[Activity]
Exactly and only the lines from the one containing "or 'pictures '" through the close of the entries below are to be set down.
START Records to process
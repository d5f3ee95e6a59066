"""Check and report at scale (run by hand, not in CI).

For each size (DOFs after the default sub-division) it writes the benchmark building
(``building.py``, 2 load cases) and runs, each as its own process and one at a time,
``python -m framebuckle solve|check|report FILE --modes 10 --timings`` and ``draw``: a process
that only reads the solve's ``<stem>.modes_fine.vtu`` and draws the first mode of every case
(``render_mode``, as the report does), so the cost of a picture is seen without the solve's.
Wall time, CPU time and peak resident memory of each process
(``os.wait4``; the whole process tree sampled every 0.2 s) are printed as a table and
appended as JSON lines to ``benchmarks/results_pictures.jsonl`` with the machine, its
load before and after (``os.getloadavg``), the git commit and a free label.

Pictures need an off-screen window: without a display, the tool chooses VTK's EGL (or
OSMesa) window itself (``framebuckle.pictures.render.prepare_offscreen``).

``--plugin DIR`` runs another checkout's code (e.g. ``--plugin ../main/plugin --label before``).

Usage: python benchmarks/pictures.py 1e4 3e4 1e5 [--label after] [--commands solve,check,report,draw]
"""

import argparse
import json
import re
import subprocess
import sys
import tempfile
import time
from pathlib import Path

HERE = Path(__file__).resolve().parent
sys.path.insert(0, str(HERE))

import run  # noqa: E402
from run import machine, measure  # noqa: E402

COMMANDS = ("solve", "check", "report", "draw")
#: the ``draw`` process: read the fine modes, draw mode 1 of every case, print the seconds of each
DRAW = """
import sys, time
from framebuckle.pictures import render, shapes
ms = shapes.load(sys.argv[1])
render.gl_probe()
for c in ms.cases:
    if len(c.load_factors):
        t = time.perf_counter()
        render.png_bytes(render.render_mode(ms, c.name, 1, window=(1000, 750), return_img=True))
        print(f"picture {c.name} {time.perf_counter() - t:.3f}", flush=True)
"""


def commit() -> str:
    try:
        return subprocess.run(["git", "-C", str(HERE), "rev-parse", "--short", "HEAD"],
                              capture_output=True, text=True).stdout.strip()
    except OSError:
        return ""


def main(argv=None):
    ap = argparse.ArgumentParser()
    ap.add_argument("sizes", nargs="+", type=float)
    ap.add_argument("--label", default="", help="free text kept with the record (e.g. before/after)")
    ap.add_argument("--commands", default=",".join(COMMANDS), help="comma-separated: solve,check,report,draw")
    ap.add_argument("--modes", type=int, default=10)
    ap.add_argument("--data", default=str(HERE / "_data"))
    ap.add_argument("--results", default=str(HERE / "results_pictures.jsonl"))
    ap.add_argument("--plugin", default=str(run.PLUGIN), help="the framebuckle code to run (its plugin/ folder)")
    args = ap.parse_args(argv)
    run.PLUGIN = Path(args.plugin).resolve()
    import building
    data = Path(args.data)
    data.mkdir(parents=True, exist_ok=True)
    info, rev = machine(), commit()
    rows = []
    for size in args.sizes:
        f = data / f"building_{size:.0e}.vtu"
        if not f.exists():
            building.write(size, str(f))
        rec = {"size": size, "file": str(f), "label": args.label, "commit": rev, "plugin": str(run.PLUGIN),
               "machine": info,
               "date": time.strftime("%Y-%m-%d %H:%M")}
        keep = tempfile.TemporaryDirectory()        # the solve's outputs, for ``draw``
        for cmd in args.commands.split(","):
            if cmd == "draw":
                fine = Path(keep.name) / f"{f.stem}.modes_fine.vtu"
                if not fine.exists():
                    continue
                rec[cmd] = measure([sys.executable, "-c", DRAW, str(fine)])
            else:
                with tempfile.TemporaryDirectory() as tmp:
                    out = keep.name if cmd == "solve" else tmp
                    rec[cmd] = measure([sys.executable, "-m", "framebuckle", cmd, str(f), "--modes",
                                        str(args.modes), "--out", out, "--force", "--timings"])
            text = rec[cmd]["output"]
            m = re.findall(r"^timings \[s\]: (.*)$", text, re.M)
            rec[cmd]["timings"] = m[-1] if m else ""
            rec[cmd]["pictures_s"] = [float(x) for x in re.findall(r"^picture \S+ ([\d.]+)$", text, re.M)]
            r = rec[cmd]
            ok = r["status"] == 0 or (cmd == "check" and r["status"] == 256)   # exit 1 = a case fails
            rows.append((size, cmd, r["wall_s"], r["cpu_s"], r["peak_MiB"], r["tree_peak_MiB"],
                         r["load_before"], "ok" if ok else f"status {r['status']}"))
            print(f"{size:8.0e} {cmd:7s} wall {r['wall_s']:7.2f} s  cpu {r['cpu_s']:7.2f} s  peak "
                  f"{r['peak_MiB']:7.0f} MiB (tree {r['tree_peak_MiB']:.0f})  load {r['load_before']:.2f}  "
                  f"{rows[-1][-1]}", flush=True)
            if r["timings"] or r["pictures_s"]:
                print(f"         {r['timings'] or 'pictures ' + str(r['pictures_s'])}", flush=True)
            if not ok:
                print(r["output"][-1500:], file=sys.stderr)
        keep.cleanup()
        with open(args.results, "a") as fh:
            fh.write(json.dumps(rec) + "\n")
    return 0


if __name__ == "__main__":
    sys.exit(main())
END Records to process
[Response to the task]
                print(f"         {r['timings'] or 'pictures ' + str(r['pictures_s'])}", flush=True)
            if not ok:
                print(r["output"][-1500:], file=sys.stderr)
        keep.cleanup()
        with open(args.results, "a") as fh:
            fh.write(json.dumps(rec) + "\n")
    return 0


if __name__ == "__main__":
    sys.exit(main())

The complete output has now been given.